The LSTM unit, which is designed to capture temporal dependencies and sequential patterns, also demonstrates high efficacy. Removing this module results in a consistent decrease in F1 scores, particularly noticeable in the ToN-IoT and BoT-IoT datasets, where time-evolving attacks (e.g., DoS, reconnaissance) are common. This indicates the model’s diminid capability to detect long-term behavioral correlations in time-series traffic data without the LSTM framework.

Further insights are revealed under dual ablation scenarios. The simultaneous removal of both the LSTM and Attention modules leads to a substantial drop in the F1 score—up to 2.59% on the 5G-NIDD dataset—illustrating the synergistic benefits of combining temporal modeling with global attention. Similarly, the concurrent exclusion of the CNN and Attention modules (referenced in the last row) results in the most significant performance degradation across all datasets, confirming the complementary and interdependent nature of spatial feature extraction and global context encoding.

5 Conclusion

In this study, we introduced the ScalaDetect-5G framework, which has proven to be a robust, high-precision, and scalable deep intrusion detection system, specifically designed to address the complex and dynamic characteristics of 5G networks. Through the utilization of an enhanced CAE for adaptive feature reconstruction, coupled with the ResCLA for fine-grained classification, ScalaDetect-5G efficiently discerns the intricate patterns of both benign and malicious network traffic. Our experimental evaluation, conducted across several benchmark datasets, including 5G-NIDD, CIC-IDS, ToN-IoT, and BoT-IoT, demonstrates that ScalaDetect-5G consistently achieves exceptional detection performance. Notably, it attains mean F1 scores exceeding 99.19% with low standard deviation (e.g., ≤0.21%) across multiple runs, even under scenarios involving ambiguous, low-frequency, or obfuscated attack traffic. Furthermore, 95% confidence intervals indicate the statistical robustness of the observed performance gains. The system’s elasticity allows it to scale with evolving traffic patterns and sustain high detection accuracy under fluctuating network loads, reinforcing its suitability for real-time deployment in mission-critical 5G infrastructures.

Additionally, the modular architecture and model-agnostic design of the system provide the flexibility to extend its application to cross-domain traffic analysis and accommodate emerging network paradigms. This adaptability positions ScalaDetect-5G as a forward-compatible security solution adept at managing the heterogeneous and high-dimensional nature of next-generation network environments. The results underscore its potential to serve as a foundational component in mobile network defense strategies, offering both practical deployability and theoretical innovation.

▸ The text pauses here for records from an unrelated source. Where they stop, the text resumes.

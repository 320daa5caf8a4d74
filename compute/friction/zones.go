package friction

import (
	"errors"
	"slices"
	"strconv"

	"leat/compute"
	"leat/compute/section"
	"leat/compute/solve"
)

// Zones is Manning's law in a section parted at offsets into zones, each with its own coefficient. The lines between zones
// add no perimeter.
//
// Combined as Divided or Lotter, the conveyance is the sum of the zones' and the velocity coefficients follow from them,
//
//	alpha = sum(Ki^3/Ai^2) A^2/K^3,   beta = sum(Ki^2/Ai) A/K^2
//
// (V. T. Chow 1959, Open-Channel Hydraulics, section 6-5, in the form of common practice). The other rules treat the section as one.
type Zones struct {
	parts  []section.Section
	n      []float64
	weight []float64 // what a length of perimeter counts, for HortonEinstein and Pavlovskii
	how    Combination
	breaks []float64
}

// NewZones returns the law of a section whose zones end at the offsets untils (m, rising, one fewer than zones) and have the Manning
// coefficients n in s/m^(1/3), from left to right. It fails with compute.Faults where the section cannot be parted there, an n is
// not from 1e-6 to 1e3, the numbers of offsets and zones do not fit, or the rule is unknown.
func NewZones(s section.Zoned, untils []float64, n []float64, how Combination) (Law, error) {
	var faults compute.Faults
	if how > Pavlovskii {
		faults = append(faults, compute.Fault{Member: "combine", Code: "unknown_rule", Detail: "Zones combine as divided, horton_einstein, lotter or pavlovskii."})
	}
	for i, coefficient := range n {
		faults = withinManning(faults, "zones/"+strconv.Itoa(i)+"/manning", coefficient)
	}
	if len(n) != len(untils)+1 {
		faults = append(faults, compute.Fault{Member: "zones", Code: "wrong_count", Detail: "Every zone but the last must have an offset at which it ends, the last one none."})
		return nil, faults
	}
	parts, err := s.Part(untils)
	if err != nil {
		var parting compute.Faults
		if !errors.As(err, &parting) {
			return nil, err
		}
		for _, fault := range parting {
			fault.Member = "zones/" + fault.Member + "/until"
			faults = append(faults, fault)
		}
	}
	if len(faults) > 0 {
		return nil, faults
	}
	law := &Zones{parts: parts, how: how, n: slices.Clone(n)}
	if law.AsOne() {
		law.weight = make([]float64, len(n))
		for i := range n {
			law.weight[i] = how.weight(n[i])
		}
	}
	for _, part := range parts {
		law.breaks = append(law.breaks, part.Breaks()...)
	}
	slices.Sort(law.breaks)
	law.breaks = slices.Compact(law.breaks)
	own := s.Breaks()
	law.breaks = slices.DeleteFunc(law.breaks, func(depth float64) bool {
		_, found := slices.BinarySearch(own, depth)
		return found
	})
	return law, nil
}

// AsOne reports whether the rule treats the section as one, so that alpha and beta are 1.
func (z *Zones) AsOne() bool { return z.how == HortonEinstein || z.how == Pavlovskii }

// At returns the conveyance, which is the same at every slope and discharge, and the velocity coefficients, in one go.
func (z *Zones) At(g section.Geometry) (Conveyance, Coefficients) {
	if !(g.Area > 0 && g.Perimeter > 0) {
		return Conveyance{}, one
	}
	if z.AsOne() {
		var sum, rate float64
		for i, part := range z.parts {
			zone := part.At(g.Depth)
			sum += zone.Perimeter * z.weight[i]
			rate += zone.PerimeterRate * z.weight[i]
		}
		return z.how.composite(g, sum, rate), one
	}
	// Areas are taken relative to the whole area and zone velocities v = R^(2/3)/n relative to R^(2/3) of the whole, so that no power
	// overflows. Then Ki = A v, Ki^2/Ai = A v^2 and Ki^3/Ai^2 = A v^3, whose derivatives follow from v ~ (A/P)^(2/3) with no
	// division by the zone's area: a zone that is nearly dry does no harm.
	scale := solve.TwoThirds(g.Area / g.Perimeter)
	var first, second, third, firstRate, secondRate, thirdRate float64
	for i, part := range z.parts {
		zone := part.At(g.Depth)
		if !(zone.Area > 0 && zone.Perimeter > 0) {
			continue
		}
		radius := zone.Area / zone.Perimeter
		v := solve.TwoThirds(radius) / z.n[i] / scale
		share := zone.Area / g.Area
		widening := zone.TopWidth / g.Area
		lengthening := radius * zone.PerimeterRate / g.Area
		first += share * v
		second += share * v * v
		third += share * v * v * v
		firstRate += v * (5*widening - 2*lengthening) / 3
		secondRate += v * v * (7*widening - 4*lengthening) / 3
		thirdRate += v * v * v * (3*widening - 2*lengthening)
	}
	if !(first > 0) {
		return Conveyance{}, one
	}
	conveyance := Conveyance{K: first * scale * g.Area, Rate: firstRate * scale * g.Area}
	energy := third / (first * first * first)
	momentum := second / (first * first)
	widening, rising := g.TopWidth/g.Area, firstRate/first
	return conveyance, Coefficients{
		Energy:       energy,
		EnergyRate:   energy * (thirdRate/third + 2*widening - 3*rising),
		Momentum:     momentum,
		MomentumRate: momentum * (secondRate/second + widening - 2*rising),
	}
}

// AtSlope implements Law.
func (z *Zones) AtSlope(g section.Geometry, _ float64) Conveyance {
	conveyance, _ := z.At(g)
	return conveyance
}

// AtDischarge implements Law.
func (z *Zones) AtDischarge(g section.Geometry, _ float64) Conveyance {
	conveyance, _ := z.At(g)
	return conveyance
}

// Coefficients implements Law.
func (z *Zones) Coefficients(g section.Geometry) Coefficients {
	if z.AsOne() {
		return one
	}
	_, coefficients := z.At(g)
	return coefficients
}

// Breaks implements Law: those of the zones that are not the section's own.
func (z *Zones) Breaks() []float64 { return z.breaks }

// Form implements Law.
func (z *Zones) Form() Form { return General }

Looking to the future, as 6G communication architectures begin to integrate terrestrial, aerial, maritime, and space-based communication domains, the complexity and intelligence of the threat landscape are anticipated to increase significantly. To meet these upcoming challenges, future research will focus on enhancing the robustness of the CAE against adversarial samples, aiming to ensure reliable feature extraction under evasion or obfuscation attacks. Additionally, reinforcement learning-based approaches will be investigated to further improve the system’s adaptability and decision-making accuracy in highly dynamic and uncertain 6G environments. These advancements are expected to propel ScalaDetect-5G beyond its current capabilities, ensuring its continued efficacy and relevance in safeguarding both current 5G deployments and future 6G ecosystems.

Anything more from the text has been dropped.